=== ASSIGNMENT ===
Once you reach the line containing "for r in rows]" in the entries below, write out that line and each one after it down to the line containing "g, ppfd, c = panel_map(h, 0.15)", exactly and with nothing added.

=== EXERCISE INPUTS ===
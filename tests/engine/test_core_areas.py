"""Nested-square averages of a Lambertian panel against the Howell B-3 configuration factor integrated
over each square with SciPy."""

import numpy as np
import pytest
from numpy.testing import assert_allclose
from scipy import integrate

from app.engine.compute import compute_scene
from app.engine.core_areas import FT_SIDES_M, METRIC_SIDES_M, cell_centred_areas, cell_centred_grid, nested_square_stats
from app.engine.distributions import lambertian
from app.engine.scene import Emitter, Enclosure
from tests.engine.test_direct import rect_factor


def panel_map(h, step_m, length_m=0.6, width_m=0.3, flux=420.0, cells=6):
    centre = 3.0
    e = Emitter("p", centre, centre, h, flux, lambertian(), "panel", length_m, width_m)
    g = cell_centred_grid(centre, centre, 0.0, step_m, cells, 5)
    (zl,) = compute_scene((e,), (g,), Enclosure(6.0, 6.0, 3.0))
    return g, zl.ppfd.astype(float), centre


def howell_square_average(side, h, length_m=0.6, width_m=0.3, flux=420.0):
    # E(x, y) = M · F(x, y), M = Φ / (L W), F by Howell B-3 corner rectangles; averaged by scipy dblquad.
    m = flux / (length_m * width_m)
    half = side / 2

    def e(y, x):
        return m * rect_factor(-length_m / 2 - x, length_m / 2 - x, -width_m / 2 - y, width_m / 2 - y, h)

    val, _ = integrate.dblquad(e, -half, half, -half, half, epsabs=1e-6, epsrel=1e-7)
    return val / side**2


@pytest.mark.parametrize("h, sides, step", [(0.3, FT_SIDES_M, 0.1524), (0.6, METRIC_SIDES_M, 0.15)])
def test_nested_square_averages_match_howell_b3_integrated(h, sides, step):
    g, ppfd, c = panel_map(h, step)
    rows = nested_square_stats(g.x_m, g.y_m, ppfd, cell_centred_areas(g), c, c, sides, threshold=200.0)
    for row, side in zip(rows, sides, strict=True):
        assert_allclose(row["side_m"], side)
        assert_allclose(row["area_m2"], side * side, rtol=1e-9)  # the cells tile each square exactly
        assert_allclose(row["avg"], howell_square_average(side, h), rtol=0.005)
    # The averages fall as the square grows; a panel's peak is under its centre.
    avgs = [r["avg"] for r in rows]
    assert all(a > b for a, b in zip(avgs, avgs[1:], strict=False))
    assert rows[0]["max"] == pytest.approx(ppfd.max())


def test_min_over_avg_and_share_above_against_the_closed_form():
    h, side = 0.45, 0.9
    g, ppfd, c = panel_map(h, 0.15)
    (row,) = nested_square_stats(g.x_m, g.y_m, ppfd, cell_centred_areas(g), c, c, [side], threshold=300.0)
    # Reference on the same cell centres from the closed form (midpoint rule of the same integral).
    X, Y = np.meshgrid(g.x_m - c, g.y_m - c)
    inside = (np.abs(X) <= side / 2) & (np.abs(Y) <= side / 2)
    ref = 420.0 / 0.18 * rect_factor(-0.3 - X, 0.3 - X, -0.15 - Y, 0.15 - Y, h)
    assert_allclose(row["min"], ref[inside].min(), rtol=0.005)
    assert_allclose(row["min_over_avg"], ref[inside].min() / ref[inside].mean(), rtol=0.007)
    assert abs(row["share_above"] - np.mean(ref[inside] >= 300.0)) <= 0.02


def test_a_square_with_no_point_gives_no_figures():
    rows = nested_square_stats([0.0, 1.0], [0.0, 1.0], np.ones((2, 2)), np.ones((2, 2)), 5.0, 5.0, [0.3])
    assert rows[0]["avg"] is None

=== SOLUTION FOR THIS EXERCISE ===
    avgs = [r["avg"] for r in rows]
    assert all(a > b for a, b in zip(avgs, avgs[1:], strict=False))
    assert rows[0]["max"] == pytest.approx(ppfd.max())


def test_min_over_avg_and_share_above_against_the_closed_form():
    h, side = 0.45, 0.9
    g, ppfd, c = panel_map(h, 0.15)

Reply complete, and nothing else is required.